# [Given data]
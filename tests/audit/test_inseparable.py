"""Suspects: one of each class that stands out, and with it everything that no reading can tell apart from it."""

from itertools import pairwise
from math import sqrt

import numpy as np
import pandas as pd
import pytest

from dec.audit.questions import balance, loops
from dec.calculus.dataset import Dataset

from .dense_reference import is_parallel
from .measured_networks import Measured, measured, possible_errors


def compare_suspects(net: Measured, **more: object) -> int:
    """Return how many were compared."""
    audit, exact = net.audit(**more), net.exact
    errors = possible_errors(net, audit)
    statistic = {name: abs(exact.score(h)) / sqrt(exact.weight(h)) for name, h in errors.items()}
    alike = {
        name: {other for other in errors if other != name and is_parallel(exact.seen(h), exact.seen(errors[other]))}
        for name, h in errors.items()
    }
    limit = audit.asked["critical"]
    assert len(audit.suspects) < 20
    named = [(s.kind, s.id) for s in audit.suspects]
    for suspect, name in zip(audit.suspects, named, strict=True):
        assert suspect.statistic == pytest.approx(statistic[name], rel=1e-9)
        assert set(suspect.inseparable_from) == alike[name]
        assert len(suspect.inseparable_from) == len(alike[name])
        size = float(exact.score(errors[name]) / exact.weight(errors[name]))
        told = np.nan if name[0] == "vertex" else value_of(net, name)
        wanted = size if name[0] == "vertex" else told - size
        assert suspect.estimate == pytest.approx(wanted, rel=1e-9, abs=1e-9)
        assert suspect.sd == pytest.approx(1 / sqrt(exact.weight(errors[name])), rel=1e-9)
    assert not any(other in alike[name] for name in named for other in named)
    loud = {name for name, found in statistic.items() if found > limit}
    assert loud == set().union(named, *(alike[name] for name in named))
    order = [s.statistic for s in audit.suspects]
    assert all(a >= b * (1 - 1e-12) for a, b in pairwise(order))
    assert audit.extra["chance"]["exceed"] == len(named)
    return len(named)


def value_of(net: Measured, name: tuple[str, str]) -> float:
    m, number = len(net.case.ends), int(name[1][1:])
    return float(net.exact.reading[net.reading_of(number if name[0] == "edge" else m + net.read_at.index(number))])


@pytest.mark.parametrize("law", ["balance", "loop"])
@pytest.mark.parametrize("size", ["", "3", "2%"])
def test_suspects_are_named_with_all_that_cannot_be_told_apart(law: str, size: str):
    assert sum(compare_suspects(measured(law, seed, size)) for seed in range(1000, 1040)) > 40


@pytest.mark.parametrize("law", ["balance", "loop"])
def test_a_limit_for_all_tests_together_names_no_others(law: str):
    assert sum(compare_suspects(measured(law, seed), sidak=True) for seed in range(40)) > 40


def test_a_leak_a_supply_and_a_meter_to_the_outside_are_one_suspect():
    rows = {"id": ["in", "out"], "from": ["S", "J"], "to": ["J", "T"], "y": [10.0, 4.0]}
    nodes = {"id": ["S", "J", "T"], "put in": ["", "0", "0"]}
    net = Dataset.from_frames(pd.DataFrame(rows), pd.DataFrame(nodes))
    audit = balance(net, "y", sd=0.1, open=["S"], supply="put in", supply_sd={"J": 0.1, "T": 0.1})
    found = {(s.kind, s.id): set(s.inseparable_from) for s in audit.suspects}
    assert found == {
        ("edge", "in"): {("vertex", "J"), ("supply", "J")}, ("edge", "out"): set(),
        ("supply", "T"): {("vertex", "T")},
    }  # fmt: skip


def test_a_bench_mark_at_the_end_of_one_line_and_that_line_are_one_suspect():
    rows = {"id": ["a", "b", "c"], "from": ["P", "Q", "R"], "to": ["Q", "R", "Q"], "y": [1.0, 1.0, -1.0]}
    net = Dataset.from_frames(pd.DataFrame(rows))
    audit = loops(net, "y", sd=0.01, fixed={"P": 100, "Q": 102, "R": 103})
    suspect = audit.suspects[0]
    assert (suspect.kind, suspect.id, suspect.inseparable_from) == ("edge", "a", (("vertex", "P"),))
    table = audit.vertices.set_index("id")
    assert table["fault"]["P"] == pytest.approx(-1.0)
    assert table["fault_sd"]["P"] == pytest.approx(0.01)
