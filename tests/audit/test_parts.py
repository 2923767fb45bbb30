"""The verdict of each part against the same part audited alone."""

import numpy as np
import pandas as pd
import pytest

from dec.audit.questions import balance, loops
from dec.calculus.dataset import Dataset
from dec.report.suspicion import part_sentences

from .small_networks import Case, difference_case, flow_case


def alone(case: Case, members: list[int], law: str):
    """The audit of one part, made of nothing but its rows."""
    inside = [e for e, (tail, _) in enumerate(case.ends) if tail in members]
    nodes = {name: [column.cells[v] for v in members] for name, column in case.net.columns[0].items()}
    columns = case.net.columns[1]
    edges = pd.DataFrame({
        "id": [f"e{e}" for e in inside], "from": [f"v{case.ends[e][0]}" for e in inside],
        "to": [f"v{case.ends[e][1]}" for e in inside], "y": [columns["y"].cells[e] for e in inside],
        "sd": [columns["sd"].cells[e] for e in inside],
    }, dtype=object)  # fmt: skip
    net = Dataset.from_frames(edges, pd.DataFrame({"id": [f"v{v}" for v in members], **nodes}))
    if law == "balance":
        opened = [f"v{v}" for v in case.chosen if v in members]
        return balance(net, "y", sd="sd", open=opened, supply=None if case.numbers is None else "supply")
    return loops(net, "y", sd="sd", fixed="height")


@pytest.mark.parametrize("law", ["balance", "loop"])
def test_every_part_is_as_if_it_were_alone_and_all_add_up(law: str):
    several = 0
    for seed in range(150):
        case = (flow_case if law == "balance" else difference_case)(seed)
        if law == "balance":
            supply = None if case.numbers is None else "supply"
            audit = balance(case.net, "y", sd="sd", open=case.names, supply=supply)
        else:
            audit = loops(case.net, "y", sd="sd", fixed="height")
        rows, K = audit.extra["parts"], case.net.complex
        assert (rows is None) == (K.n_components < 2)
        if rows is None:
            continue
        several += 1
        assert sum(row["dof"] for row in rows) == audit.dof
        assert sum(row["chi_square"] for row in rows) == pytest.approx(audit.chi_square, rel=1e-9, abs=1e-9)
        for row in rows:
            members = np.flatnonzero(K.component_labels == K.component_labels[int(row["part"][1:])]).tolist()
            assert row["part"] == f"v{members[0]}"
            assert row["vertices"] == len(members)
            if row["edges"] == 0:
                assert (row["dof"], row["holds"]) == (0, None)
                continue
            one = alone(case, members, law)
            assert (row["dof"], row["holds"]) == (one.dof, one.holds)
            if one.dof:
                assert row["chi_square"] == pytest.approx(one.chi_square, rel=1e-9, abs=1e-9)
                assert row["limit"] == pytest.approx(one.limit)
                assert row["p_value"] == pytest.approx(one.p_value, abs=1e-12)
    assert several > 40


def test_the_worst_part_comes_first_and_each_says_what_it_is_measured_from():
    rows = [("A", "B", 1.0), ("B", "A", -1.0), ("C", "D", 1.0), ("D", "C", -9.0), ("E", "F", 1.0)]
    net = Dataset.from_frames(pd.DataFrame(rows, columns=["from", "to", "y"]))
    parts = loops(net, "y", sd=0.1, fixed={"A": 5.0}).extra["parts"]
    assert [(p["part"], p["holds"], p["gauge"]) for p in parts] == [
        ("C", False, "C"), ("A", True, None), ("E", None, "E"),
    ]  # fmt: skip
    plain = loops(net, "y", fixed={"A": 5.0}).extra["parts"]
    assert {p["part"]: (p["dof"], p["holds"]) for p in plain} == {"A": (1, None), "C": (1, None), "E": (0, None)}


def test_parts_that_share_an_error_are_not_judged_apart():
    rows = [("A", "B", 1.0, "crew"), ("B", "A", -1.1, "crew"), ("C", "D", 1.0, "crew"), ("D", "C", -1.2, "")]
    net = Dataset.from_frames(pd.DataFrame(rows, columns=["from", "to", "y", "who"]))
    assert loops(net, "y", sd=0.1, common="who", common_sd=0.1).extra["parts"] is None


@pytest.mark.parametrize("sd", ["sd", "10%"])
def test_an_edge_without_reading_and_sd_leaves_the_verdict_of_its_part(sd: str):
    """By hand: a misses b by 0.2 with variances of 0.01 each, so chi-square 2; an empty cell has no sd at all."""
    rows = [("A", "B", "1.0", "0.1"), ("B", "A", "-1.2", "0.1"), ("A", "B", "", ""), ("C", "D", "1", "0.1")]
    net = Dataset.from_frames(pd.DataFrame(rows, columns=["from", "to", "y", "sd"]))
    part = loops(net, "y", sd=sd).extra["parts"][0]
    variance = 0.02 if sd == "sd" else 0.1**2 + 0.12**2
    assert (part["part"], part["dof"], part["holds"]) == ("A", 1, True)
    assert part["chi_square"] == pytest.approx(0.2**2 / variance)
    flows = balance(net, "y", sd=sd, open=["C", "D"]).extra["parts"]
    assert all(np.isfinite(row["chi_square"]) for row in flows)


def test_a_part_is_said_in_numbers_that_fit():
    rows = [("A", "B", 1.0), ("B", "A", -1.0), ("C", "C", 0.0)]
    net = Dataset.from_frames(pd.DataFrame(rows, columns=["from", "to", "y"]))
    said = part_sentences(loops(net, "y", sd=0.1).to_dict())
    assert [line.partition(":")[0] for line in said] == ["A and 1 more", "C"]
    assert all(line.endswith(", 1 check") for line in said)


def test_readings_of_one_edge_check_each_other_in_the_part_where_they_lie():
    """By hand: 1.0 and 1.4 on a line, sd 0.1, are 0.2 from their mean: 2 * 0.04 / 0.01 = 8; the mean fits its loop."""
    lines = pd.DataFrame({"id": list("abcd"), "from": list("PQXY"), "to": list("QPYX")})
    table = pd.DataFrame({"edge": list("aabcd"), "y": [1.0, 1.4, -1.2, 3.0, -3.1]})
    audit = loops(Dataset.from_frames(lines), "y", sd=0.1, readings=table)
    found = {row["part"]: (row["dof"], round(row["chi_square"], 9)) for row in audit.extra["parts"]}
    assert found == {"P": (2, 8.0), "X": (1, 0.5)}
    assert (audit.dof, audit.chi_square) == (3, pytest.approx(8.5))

==

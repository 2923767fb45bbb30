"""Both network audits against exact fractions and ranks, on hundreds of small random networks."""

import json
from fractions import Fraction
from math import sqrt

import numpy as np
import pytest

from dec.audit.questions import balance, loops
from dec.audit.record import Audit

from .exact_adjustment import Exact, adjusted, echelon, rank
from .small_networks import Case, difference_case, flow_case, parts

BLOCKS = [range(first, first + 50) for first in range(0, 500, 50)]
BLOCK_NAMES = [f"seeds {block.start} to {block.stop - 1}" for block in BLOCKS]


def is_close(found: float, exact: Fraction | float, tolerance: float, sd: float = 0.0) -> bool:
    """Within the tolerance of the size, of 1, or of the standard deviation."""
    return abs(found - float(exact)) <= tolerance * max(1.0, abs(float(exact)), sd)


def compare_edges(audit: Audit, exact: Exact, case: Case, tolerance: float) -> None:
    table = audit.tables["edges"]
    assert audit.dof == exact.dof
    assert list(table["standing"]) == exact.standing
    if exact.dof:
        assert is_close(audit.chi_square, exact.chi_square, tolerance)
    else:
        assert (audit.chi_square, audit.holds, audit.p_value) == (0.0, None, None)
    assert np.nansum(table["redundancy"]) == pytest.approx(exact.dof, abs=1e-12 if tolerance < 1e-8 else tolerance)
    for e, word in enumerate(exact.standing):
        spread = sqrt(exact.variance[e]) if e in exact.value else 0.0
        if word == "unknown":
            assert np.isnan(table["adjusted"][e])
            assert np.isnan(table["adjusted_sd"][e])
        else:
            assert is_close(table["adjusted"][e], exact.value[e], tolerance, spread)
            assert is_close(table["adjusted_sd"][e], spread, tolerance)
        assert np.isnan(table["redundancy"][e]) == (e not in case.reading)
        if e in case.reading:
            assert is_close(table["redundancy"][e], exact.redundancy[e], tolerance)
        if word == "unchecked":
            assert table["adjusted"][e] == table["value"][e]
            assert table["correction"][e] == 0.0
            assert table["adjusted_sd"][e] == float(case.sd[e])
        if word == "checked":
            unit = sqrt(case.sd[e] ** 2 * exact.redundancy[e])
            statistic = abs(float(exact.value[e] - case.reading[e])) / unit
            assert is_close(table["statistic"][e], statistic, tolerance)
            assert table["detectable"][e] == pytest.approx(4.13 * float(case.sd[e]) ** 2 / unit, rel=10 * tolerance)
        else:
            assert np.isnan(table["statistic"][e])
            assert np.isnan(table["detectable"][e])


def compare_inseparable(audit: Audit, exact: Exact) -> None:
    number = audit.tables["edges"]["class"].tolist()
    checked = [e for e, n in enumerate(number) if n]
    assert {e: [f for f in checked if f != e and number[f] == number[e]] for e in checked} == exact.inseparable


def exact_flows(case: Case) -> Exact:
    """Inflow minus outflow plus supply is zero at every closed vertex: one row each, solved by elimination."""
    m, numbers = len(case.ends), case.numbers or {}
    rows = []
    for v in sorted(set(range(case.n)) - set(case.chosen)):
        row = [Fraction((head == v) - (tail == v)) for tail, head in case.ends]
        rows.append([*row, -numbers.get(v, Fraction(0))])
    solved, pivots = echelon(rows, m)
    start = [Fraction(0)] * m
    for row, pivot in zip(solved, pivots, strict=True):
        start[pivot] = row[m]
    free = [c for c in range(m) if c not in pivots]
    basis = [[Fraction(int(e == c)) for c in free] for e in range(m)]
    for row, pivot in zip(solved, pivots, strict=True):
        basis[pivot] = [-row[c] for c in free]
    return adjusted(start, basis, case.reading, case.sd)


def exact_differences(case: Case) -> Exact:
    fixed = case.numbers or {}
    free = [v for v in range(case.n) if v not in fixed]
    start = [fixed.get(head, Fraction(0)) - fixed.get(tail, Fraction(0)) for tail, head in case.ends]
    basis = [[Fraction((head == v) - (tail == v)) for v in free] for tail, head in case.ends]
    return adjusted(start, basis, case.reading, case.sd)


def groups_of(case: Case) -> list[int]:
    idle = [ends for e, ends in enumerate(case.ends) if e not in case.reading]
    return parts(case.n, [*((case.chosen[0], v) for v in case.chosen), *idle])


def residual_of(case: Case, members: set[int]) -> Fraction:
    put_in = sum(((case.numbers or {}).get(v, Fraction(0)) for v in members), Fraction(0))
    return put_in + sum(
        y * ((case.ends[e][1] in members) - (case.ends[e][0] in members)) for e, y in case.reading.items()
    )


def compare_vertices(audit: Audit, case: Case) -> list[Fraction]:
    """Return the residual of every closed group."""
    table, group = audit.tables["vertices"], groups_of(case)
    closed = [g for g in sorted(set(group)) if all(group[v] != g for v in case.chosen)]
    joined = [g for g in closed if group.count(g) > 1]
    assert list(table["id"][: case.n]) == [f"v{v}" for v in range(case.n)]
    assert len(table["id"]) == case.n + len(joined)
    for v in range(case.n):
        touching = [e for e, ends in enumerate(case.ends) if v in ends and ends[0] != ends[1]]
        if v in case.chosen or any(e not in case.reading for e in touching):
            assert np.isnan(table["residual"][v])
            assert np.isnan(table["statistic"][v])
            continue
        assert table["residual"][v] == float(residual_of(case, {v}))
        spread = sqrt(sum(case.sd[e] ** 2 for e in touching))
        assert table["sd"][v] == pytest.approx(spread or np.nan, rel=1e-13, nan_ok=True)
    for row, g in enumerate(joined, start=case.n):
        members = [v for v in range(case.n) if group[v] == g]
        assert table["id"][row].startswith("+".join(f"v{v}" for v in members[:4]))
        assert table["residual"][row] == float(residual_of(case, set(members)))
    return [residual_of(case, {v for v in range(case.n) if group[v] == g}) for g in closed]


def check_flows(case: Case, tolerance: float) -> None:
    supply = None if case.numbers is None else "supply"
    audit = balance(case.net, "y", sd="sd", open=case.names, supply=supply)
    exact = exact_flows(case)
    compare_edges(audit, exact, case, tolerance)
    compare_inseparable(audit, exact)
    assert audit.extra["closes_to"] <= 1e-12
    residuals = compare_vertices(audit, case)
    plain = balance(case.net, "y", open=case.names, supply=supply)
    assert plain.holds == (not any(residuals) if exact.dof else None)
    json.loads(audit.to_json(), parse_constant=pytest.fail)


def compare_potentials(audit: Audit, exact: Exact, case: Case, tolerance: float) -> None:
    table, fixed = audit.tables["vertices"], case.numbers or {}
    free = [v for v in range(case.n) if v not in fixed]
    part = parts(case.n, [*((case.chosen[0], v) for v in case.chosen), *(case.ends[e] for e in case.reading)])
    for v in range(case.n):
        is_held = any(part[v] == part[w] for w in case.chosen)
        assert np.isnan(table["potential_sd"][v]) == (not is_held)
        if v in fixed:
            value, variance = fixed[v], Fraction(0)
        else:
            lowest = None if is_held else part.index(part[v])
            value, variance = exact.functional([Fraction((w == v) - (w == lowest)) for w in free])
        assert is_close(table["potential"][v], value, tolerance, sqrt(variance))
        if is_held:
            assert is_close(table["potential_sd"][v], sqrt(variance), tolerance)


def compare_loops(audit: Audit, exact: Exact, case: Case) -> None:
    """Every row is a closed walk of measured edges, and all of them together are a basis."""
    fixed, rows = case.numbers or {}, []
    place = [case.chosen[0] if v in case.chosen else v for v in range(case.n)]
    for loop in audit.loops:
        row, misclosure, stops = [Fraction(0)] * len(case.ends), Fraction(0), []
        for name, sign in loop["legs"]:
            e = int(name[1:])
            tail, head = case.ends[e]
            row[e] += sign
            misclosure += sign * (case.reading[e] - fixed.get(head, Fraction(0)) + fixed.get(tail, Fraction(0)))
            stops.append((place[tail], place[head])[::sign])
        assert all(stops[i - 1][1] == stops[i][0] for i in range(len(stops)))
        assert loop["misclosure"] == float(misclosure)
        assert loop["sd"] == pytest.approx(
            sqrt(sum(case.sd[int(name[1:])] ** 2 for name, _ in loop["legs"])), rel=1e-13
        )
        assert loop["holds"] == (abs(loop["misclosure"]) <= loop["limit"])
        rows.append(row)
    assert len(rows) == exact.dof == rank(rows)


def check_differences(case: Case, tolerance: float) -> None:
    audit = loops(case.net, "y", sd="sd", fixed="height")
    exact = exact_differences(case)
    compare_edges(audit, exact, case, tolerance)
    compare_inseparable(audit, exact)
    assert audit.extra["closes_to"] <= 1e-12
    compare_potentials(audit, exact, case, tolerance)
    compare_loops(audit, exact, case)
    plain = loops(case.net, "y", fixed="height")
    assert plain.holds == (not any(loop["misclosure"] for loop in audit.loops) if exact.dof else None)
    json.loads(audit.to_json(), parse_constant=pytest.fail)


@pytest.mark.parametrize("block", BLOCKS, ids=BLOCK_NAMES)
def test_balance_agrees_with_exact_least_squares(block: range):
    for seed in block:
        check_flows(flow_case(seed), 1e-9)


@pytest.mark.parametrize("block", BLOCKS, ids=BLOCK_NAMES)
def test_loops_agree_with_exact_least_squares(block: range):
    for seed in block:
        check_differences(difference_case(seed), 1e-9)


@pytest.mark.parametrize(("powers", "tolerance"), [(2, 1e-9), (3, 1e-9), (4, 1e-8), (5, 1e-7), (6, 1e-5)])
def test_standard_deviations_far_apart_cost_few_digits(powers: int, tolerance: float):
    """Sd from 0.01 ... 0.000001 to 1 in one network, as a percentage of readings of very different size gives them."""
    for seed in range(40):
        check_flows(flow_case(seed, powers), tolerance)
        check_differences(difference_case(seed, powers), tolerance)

# [Work item]
A complete answer lists every line of the listing above that holds the word "weight".

# [Finished exercise]
    statistic = {name: abs(exact.score(h)) / sqrt(exact.weight(h)) for name, h in errors.items()}
        size = float(exact.score(errors[name]) / exact.weight(errors[name]))
        assert suspect.sd == pytest.approx(1 / sqrt(exact.weight(errors[name])), rel=1e-9)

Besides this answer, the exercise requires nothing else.